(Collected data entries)
****************

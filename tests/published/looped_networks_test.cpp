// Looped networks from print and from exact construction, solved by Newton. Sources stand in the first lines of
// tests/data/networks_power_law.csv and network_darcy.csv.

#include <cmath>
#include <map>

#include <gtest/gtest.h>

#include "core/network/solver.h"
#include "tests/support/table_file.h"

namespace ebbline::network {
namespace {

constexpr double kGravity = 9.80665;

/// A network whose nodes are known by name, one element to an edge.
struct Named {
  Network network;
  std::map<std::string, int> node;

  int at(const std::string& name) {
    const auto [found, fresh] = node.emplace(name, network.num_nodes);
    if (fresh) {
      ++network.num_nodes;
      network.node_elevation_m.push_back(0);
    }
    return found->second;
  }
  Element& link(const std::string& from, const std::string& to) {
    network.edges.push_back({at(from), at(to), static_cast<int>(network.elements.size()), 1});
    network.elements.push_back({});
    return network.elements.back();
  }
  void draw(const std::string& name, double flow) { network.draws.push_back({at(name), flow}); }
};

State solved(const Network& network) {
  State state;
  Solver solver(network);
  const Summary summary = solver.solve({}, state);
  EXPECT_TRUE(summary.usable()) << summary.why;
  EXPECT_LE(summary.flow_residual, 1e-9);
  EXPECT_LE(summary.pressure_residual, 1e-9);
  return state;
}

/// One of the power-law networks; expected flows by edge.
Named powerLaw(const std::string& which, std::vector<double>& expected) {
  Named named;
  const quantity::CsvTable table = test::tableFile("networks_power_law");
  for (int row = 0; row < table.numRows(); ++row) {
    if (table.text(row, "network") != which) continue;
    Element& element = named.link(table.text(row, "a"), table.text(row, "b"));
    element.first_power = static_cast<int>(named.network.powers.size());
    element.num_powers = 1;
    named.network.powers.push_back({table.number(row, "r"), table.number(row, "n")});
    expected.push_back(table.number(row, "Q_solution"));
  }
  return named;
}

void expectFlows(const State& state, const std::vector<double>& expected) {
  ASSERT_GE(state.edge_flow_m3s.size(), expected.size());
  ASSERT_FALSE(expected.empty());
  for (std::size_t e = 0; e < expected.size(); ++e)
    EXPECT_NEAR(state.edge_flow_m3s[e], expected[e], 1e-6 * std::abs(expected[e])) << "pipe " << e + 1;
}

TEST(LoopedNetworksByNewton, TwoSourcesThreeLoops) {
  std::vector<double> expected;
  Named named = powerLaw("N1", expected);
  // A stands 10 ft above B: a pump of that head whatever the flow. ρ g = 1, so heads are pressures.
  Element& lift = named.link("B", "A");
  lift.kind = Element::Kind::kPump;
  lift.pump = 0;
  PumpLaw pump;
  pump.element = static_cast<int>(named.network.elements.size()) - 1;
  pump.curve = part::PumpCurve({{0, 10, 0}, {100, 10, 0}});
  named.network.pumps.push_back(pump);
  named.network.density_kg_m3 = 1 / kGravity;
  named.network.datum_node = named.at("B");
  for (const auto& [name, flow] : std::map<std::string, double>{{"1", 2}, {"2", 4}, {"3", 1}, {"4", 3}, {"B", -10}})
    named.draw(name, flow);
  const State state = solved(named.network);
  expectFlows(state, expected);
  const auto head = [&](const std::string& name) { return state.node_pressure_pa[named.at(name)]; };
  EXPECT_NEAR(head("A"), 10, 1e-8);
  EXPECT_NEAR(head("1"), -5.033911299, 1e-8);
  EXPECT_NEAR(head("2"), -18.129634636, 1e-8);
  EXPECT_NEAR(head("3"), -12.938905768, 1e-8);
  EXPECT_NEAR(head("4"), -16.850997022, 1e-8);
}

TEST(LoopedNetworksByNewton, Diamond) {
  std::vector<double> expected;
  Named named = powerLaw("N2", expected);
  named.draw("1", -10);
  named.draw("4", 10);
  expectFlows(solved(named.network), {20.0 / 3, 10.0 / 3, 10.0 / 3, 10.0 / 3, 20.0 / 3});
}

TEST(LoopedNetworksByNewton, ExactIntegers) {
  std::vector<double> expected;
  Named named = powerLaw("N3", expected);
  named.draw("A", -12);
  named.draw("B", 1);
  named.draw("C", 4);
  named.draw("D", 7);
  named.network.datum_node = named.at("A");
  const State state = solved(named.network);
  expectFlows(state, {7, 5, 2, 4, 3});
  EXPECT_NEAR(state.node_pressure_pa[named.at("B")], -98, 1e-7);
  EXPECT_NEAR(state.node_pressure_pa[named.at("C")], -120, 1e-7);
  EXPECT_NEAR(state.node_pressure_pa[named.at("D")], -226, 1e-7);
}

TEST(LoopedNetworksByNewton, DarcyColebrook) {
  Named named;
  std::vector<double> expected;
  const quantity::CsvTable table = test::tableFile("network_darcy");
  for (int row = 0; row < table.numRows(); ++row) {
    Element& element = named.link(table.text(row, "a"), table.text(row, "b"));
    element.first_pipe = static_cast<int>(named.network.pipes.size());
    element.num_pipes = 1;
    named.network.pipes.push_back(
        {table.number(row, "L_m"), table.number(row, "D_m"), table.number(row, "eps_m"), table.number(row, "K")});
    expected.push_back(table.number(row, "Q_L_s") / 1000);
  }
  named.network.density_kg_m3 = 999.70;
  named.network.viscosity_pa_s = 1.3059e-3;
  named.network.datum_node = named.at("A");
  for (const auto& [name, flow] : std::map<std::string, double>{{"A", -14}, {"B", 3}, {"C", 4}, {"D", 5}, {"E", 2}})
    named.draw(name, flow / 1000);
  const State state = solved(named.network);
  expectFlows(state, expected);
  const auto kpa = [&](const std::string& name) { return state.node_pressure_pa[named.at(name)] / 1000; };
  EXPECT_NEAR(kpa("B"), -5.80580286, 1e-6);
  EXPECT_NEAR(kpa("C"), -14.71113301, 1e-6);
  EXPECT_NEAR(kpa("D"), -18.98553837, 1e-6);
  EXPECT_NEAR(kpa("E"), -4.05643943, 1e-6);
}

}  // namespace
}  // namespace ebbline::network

****************

**WHAT IS NEEDED**
Among the lines above, find those with the string "void" and copy them.

**RESPONSE BOX**
  void draw(const std::string& name, double flow) { network.draws.push_back({at(name), flow}); }
void expectFlows(const State& state, const std::vector<double>& expected) {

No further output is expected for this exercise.